The restrictions have negative economic consequences, according to research supported by business groups.

A pair of anti-ESG laws Texas passed in 2021 are costing the state hundreds of millions in lost economic activity and more than 3,000 full-time jobs, a new study found.

The findings of the research add to those in an academic paper last year that showed significant increases in borrowing costs for the Lone Star State as a result of the legislation, which blocks its business with companies perceived to be boycotting the oil or firearms industries.

While the new report is not novel in finding that the state’s laws appear to have backfired, the source behind the paper is revealing. It was published by the Texas Association of Business, a chamber of commerce that among many members includes major oil companies like ExxonMobil, Chevron, and ConocoPhillips.

The high-level findings of the report are that the laws cost Texas about $669 million in lost economic activity during fiscal year 2022-2023, along with $181 million in decreased annual earnings, 3,034 fewer full-time jobs and more than $37 million in tax revenues.

“These findings illustrate that when government attempts to mandate values, no matter what kind, to businesses, the market loses,” the study’s author, economist Jon Hockenyos, said in an announcement of the results. The Texas Association of Business commissioned Austin-based consulting firm TXP to publish the report.

Although Hockenyos credits Texas’ tax policies with building a “pro-business climate” that has benefited its economy over a number of years, “there has been a tightening of the competitive bond market in Texas due to enforcement actions pursuant to Texas’ 2021 Fair Access law, which could undermine this significant progress,” he wrote. “Recently, two major banks, Citi and Barclays were dropped from underwriting municipal bond deals, and more may follow as further enforcement actions are announced.”

Last year, research by authors at the Wharton School and the Federal Reserve Bank of Chicago found that Texas cities paid anywhere from $303 million to $532 million more on interest on $32 billion of bonds issued during the first eight months after the laws went into effect. That was a result of a sudden drop in competition in the bond market, as several of the biggest lenders were suddenly no longer doing business with the state.

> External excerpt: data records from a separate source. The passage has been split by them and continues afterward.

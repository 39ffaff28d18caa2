// Flow 3 in a real browser: a student's attempt with a review request waits in the queue; the demo
// teaching assistant opens the queue from the course page, opens the request, changes one question's
// points with a reason and answers; the student then sees the new score, the answer and the timeline.
// The lab and the attempt are made here through the API on a fixed circuit (5 V, 470 Ω, 10 Ω), so the
// check values are Ohm's law by hand (lib/grader/PHYSICS.md §2): indicated 5/480 A = 10.4167 mA, burden 0.10417 V.
import { AxeBuilder } from "@axe-core/playwright";
import type { Browser, BrowserContext, Page } from "playwright-core";
import { afterAll, beforeAll, describe, expect, it } from "vitest";
import { baseURL, demo, launch, newPage, signIn } from "./harness";
import { attemptWithReview, fixedCircuitLab, publishedLab } from "../http/fixtures";

let browser: Browser;
let ta: { context: BrowserContext; page: Page };
let student: { context: BrowserContext; page: Page };
let courseId: string;
let attemptId: string;
const TITLE = `Review lab ${Date.now().toString(36)}`;

async function apiJson(context: BrowserContext, method: "GET" | "POST" | "PATCH", url: string, data?: unknown) {
  const res = await context.request.fetch(url, { method, data, headers: data ? { "content-type": "application/json", origin: baseURL } : undefined });
  return { status: res.status(), body: await res.json().catch(() => null) };
}

beforeAll(async () => {
  browser = await launch();
  const instructor = await newPage(browser);
  ta = await newPage(browser);
  student = await newPage(browser);
  await signIn(instructor.page, demo.instructor);
  await signIn(ta.page, demo.ta);
  await signIn(student.page, demo.student);
  const courses = await apiJson(instructor.context, "GET", "/api/courses");
  courseId = (courses.body.courses as { id: string; code: string }[]).find((c) => c.code === "ELM-214")!.id;
  const labId = await publishedLab((m, url, data) => apiJson(instructor.context, m, url, data), courseId, fixedCircuitLab({ title: TITLE }));
  await instructor.context.close();
  attemptId = await attemptWithReview((m, url, data) => apiJson(student.context, m, url, data), labId, "Question 2: I think my method was right.");
});

afterAll(async () => {
  await browser?.close();
});

describe("review and regrade in the browser", () => {
  it("a TA opens the queue, opens the request, changes one question's points with a reason and answers", async () => {
    const page = ta.page;
    await page.goto(`/courses/${courseId}`);
    const link = page.getByTestId("review-queue-link");
    await expect.poll(async () => (await link.textContent()) ?? "").toMatch(/Review queue \(\d+ open\)/);
    await link.click();
    await page.waitForURL(`**/courses/${courseId}/reviews`);
    await page.getByLabel("Lab", { exact: true }).selectOption({ label: TITLE });
    const item = page.getByTestId("review-queue").locator("li", { hasText: TITLE });
    await item.waitFor({ timeout: 20_000 });
    expect(await item.getAttribute("data-status")).toBe("open");
    expect(await item.textContent()).toContain("Question 2: I think my method was right.");
    const queueViolations = (await new AxeBuilder({ page }).analyze()).violations.filter((v) => v.impact === "serious" || v.impact === "critical");
    expect(queueViolations.map((v) => v.id)).toEqual([]);
    await page.screenshot({ path: "tests/.artifacts/review-queue.png", fullPage: true });

    await item.getByRole("link").click();
    await page.waitForURL(`**/courses/${courseId}/reviews/${attemptId}`);
    await page.getByTestId("staff-review").waitFor();
    expect(await page.getByTestId("student-message").textContent()).toContain("my method was right");

    const form = page.getByRole("form", { name: "Change one question's points" });
    await form.getByLabel("Question").selectOption("q2");
    await form.getByLabel("New points").fill("1.5");
    // a reason is required
    await form.getByRole("button", { name: "Save the points" }).click();
    await expect.poll(async () => (await form.locator(".field-error").allTextContents()).join(" ")).toMatch(/reason/i);
    await form.getByLabel(/Reason/).fill("Right method, the wrong resistor value");
    await form.getByRole("button", { name: "Save the points" }).click();
    await expect.poll(async () => (await form.getByRole("status").textContent()) ?? "", { timeout: 20_000 }).toContain("8.5 of 10");
    await expect.poll(async () => (await page.getByTestId("score-value").textContent()) ?? "").toMatch(/^8\.5/);

    const answer = page.getByRole("form", { name: "Answer the student" });
    await answer.getByLabel("Your answer").fill("Half the points back for question 2: the method was right, the value was not.");
    await answer.getByRole("button", { name: /Send the answer/ }).click();
    await expect.poll(async () => (await answer.getByRole("status").textContent()) ?? "", { timeout: 20_000 }).toContain("Answer sent");
    await expect.poll(async () => page.getByTestId("grade-timeline").locator("li").evaluateAll((els) => els.map((e) => e.getAttribute("data-kind")))).toEqual(["graded", "override", "review_answer"]);
    await page.screenshot({ path: "tests/.artifacts/review-attempt.png", fullPage: true });
  });

  it("the student sees the new score, the staff's points and reason, the answer and the timeline", async () => {
    const page = student.page;
    await page.goto(`/attempts/${attemptId}`);
    await expect.poll(async () => (await page.getByTestId("score-value").textContent()) ?? "").toMatch(/^8\.5/);
    expect(await page.getByTestId("override").textContent()).toContain("Right method, the wrong resistor value");
    expect(await page.getByTestId("review-answer").textContent()).toContain("Half the points back for question 2");
    const timeline = page.getByTestId("grade-timeline");
    await timeline.locator("li").nth(2).waitFor({ timeout: 20_000 });
    const text = (await timeline.textContent()) ?? "";
    expect(text).toContain("Bram Eskildsen set the points of question 2");
    expect(text).toContain("score 7 → 8.5");
    expect(text).toContain("answered the review request");
    const violations = (await new AxeBuilder({ page }).analyze()).violations.filter((v) => v.impact === "serious" || v.impact === "critical");
    expect(violations.map((v) => v.id)).toEqual([]);
    await page.screenshot({ path: "tests/.artifacts/review-student.png", fullPage: true });
  });

  it("the student asks again after the answer, with a new message, and the request is open again in the TA's queue", async () => {
    const page = student.page;
    await page.goto(`/attempts/${attemptId}`);
    const again = page.getByRole("form", { name: "Ask for a review again" });
    await again.waitFor({ timeout: 20_000 });
    await again.getByLabel("What is still open after the answer?").fill("Question 2 again: I used the resistor value printed on my handout.");
    await again.getByRole("button", { name: "Ask again" }).click();
    const review = page.getByTestId("review");
    await expect.poll(async () => (await review.textContent()) ?? "", { timeout: 20_000 }).toContain("The course staff will look at it");
    expect(await review.textContent()).toContain("Question 2 again: I used the resistor value printed on my handout.");
    // the earlier answer stays, marked as earlier; no second form while the request waits
    expect(await page.getByTestId("review-answer").textContent()).toContain("The staff's earlier answer");
    expect(await page.getByRole("form", { name: /Ask for a review/ }).count()).toBe(0);
    const own = await apiJson(student.context, "GET", `/api/attempts/${attemptId}`);
    expect(own.body.attempt.reviewOpen).toBe(true);
    await page.screenshot({ path: "tests/.artifacts/review-again-student.png", fullPage: true });

    const queue = await apiJson(ta.context, "GET", `/api/courses/${courseId}/reviews?status=open`);
    const mine = (queue.body.reviews as { attemptId: string; message: string; status: string }[]).find((r) => r.attemptId === attemptId);
    expect(mine).toMatchObject({ status: "open", message: "Question 2 again: I used the resistor value printed on my handout." });
  });
});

“I’m slightly surprised just how close the estimated costs are in this new report to the high-level costs to local governments that we estimate in our paper,” one of the authors of that paper, Daniel Garrett, assistant professor of finance at Wharton, said in an email. “The estimates in this policy report are slightly larger, but they also have a slightly different definition of relevant costs, a slightly different time frame, and a totally different and complementary empirical approach. I’m not surprised that they also find restrictions on what financial institutions are eligible to work with public borrowers leads to higher fees.”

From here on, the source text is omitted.